An unexpected character we’re introduced to on this album is ‘romantic Ken’, an ever so slightly pitched up version of himself found on tracks such as ‘Succubus’, ‘Paranoid’ featuring Lil Uzi Vert and Destroy Lonely, ‘Nightcore’, ‘Nightcore 2’ and fan favourite ‘i need u’. It’s fitting, given that the rapper is named after Barbie’s boyfriend, that this version of himself he channels through his music is a dreadfully hopeless romantic who pines over unrequited love and the hypnotic allure of women; seemingly to no avail. For the latter tracks on the album, including standout tracks ‘Jennifer’s Body’, ‘Overtime’ and ‘Vampire Hour’ we get ‘OG Ken’, Carson’s default voice, the rapper who coined the famous adlib ‘huh, huh, huh, huh…’ which we hear used almost like a leitmotif extensively across the album.

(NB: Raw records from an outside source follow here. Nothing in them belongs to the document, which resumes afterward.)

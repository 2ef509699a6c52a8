import { requireWithin } from "../failures/require.ts";
import type { Position } from "../units/position.ts";
import { headingVector, sphericalDirect, sphericalFrame, type Vector } from "./spherical-frame.ts";

/** All points at one angular distance from a centre, on a sphere. */
export interface SphericalRing {
  readonly centre: Position;
  readonly radiusDegrees: number;
}

export type SphericalCrossings =
  | { readonly kind: "cross"; readonly points: readonly [Position, Position] }
  | { readonly kind: "touch"; readonly points: readonly [Position] }
  | { readonly kind: "apart"; readonly gapDegrees: number }
  | { readonly kind: "same-circle" };

const TOUCH_DEGREES = 1e-9;

/**
 * Where two circles on a sphere cross. With separation d of the centres and radii r and q they cross while
 * |r - q| < d < min(r + q, 360 - r - q). Of two points the first lies right of the way from centre to centre.
 * Plane spherical trigonometry, no source needed: the half-angle formula, see `sphericalTriangleAngle`.
 *
 * @throws RangeError at `first.radiusDegrees` or `second.radiusDegrees` outside [0, 180].
 */
export function sphericalCrossings({ first, second }: { first: SphericalRing; second: SphericalRing }): SphericalCrossings {
  requireWithin(first.radiusDegrees, 0, 180, "first.radiusDegrees", "A ring's radius", "degrees");
  requireWithin(second.radiusDegrees, 0, 180, "second.radiusDegrees", "A ring's radius", "degrees");
  const frame = sphericalFrame(first.centre);
  const { up } = sphericalFrame(second.centre);
  const ahead = dot(frame.north, up);
  const aside = dot(frame.east, up);
  const separation = degrees(Math.atan2(Math.hypot(ahead, aside), dot(frame.up, up)));
  const bearing = degrees(Math.atan2(aside, ahead));
  const { radiusDegrees: r } = first;
  const { radiusDegrees: q } = second;

  const gapDegrees = Math.max(separation - r - q, Math.abs(r - q) - separation, r + q + separation - 360);
  if (gapDegrees > TOUCH_DEGREES) return { kind: "apart", gapDegrees };
  if (sameCircle(separation, r, q)) return { kind: "same-circle" };

  const angle = sphericalTriangleAngle({ adjacentDegrees: separation, otherAdjacentDegrees: r, oppositeDegrees: q });
  const pointAt = (headsTowardDegrees: number) =>
    sphericalDirect(frame, headingVector(frame, headsTowardDegrees), (r * Math.PI) / 180);
  if (gapDegrees >= -TOUCH_DEGREES) return { kind: "touch", points: [pointAt(bearing + angle)] };
  return { kind: "cross", points: [pointAt(bearing + angle), pointAt(bearing - angle)] };
}

/**
 * Angle (degrees, 0 to 180) of a spherical triangle between two of its sides, from all three, by
 * tan^2 A/2 = sin(s - b) sin(s - c) / (sin s sin(s - a)), s half the sides' sum: exact also for slim triangles.
 * Sides that close no triangle give the nearest that do, 0 or 180.
 */
export function sphericalTriangleAngle(sides: {
  adjacentDegrees: number;
  otherAdjacentDegrees: number;
  oppositeDegrees: number;
}): number {
  const { adjacentDegrees: b, otherAdjacentDegrees: c, oppositeDegrees: a } = sides;
  const s = (a + b + c) / 2;
  const above = sine(s - b) * sine(s - c);
  const below = sine(s) * sine(s - a);
  return 2 * degrees(Math.atan2(Math.sqrt(Math.max(0, above)), Math.sqrt(Math.max(0, below))));
}

/** About one centre, or about antipodes with radii that make up 180 degrees. */
function sameCircle(separation: number, r: number, q: number): boolean {
  const about = separation < TOUCH_DEGREES && Math.abs(r - q) < TOUCH_DEGREES;
  const opposite = 180 - separation < TOUCH_DEGREES && Math.abs(r + q - 180) < TOUCH_DEGREES;
  return about || opposite;
}

function dot(a: Vector, b: Vector): number {
  return a.x * b.x + a.y * b.y + a.z * b.z;
}

function sine(angleDegrees: number): number {
  return Math.sin((angleDegrees * Math.PI) / 180);
}

function degrees(radians: number): number {
  return (radians * 180) / Math.PI;
}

It’s no surprise however, that the standout quality of AGC is its production. After all that’s always been Ken’s sonic identifier, the boundless amalgamation of genre’s delivered through innovations with electronic music. There’s hip-hop, hyperpop, heavy metal, grunge and trap all present. Adding to this, with a production powerhouse behind the album that credits the likes of AM, F1LTHY, GAB3, EPREME, EPM88, LIL88, LEGION, KP Beatz, Bart Howe, Bhristo, Clif Shayne, MaxFlames, MISOGI, Nick Spiders & more - it’s clear as day that the otherworldly atmosphere created by each track on the album is as a result of melding a vast melting pot of production skillset. Thus, hybridity is what defines this next chapter for Carson. From the way he explores his creative persona, right through to his approach to genre innovations, A Great Chaos arrives as an album that will help continue to define the rapper's burgeoning music legacy as a trailblazer both within Opium, and in his own right.